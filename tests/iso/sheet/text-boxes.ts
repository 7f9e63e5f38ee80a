/** Boxes of texts on a page, turned as the text is, and whether two of them overlap: what a reader would see collide. */
import { expect } from "vitest";
import { frameBox, type PaperPoint, type SheetPage, type TextItem } from "@/iso";
import { measureText } from "@/fonts/widths";

/** The word across a page lies under everything and is no label. */
export const isAcross = (item: TextItem): boolean => item.layer === "state" && item.ink === "pale";

export const textsOf = (page: SheetPage): TextItem[] => page.items.filter((item) => item.type === "text" && item.text !== "" && !isAcross(item)) as TextItem[];

/** How far a text reaches below its baseline, in capitals: a third where it has descenders or brackets, else a slash's tenth. */
const descentOf = (text: string): number => (/[gjpqy()[\]{},;|_Q@$]/.test(text) ? 0.32 : 0.1);

/** Four corners of the ink of a text: advance by capital height and what hangs below the baseline. */
export function textCorners(item: TextItem, descent = descentOf(item.text)): PaperPoint[] {
  const width = measureText(item.text, item.capMm, item.face);
  const left = item.anchor === "start" ? 0 : item.anchor === "end" ? -width : -width / 2;
  const [c, s] = [Math.cos(item.rotateRad), Math.sin(item.rotateRad)];
  const place = (x: number, y: number): PaperPoint => [item.at[0] + x * c - y * s, item.at[1] + x * s + y * c];
  return [place(left, -item.capMm), place(left + width, -item.capMm), place(left + width, descent * item.capMm), place(left, descent * item.capMm)];
}

/** True when two convex quadrilaterals share more than `slack` mm along every separating axis. */
export function cornersOverlap(a: readonly PaperPoint[], b: readonly PaperPoint[], slack: number): boolean {
  for (const corners of [a, b]) {
    for (let i = 0; i < 4; i += 1) {
      const [p, q] = [corners[i]!, corners[(i + 1) % 4]!];
      const length = Math.hypot(q[0] - p[0], q[1] - p[1]);
      if (length === 0) continue;
      const normal = [-(q[1] - p[1]) / length, (q[0] - p[0]) / length] as const;
      const along = (points: readonly PaperPoint[]) => points.map(([x, y]) => x * normal[0] + y * normal[1]);
      const [pa, pb] = [along(a), along(b)];
      if (Math.min(Math.max(...pa), Math.max(...pb)) - Math.max(Math.min(...pa), Math.min(...pb)) <= slack) return false;
    }
  }
  return true;
}

/** Pairs of texts of a page that overlap. */
export function overlappingTexts(page: SheetPage, slack = 0.05): string[] {
  const boxes = textsOf(page).map((item) => ({ item, corners: textCorners(item) }));
  return boxes.flatMap((one, index) =>
    boxes.slice(index + 1).filter((other) => cornersOverlap(one.corners, other.corners, slack)).map((other) => `${one.item.text} | ${other.item.text}`));
}

/** What every page must hold to be readable: lettering of 2.5 mm and more, all of it inside the frame, no text on a text. */
export function expectReadable(page: SheetPage, what: string, leastMarginMm?: number): void {
  const frame = frameBox(page.widthMm, page.heightMm, leastMarginMm);
  for (const item of textsOf(page)) {
    expect(item.capMm, `${what}: ${item.text}`).toBeGreaterThanOrEqual(LEAST_CAP_MM);
    const outside = textCorners(item).find(([x, y]) => x < frame.minX || x > frame.maxX || y < frame.minY || y > frame.maxY);
    expect(outside, `${what}, ${page.name}: "${item.text}" leaves the frame`).toBeUndefined();
  }
  expect(overlappingTexts(page), `${what}, ${page.name}`).toEqual([]);
}

/** ISO 3098's least lettering (from memory), less the noise of a division. */
const LEAST_CAP_MM = 2.5 - 1e-9;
* * *
# What is expected:
Copy out every line of the data that includes "isAcross".

# Task response:
export const isAcross = (item: TextItem): boolean => item.layer === "state" && item.ink === "pale";
export const textsOf = (page: SheetPage): TextItem[] => page.items.filter((item) => item.type === "text" && item.text !== "" && !isAcross(item)) as TextItem[];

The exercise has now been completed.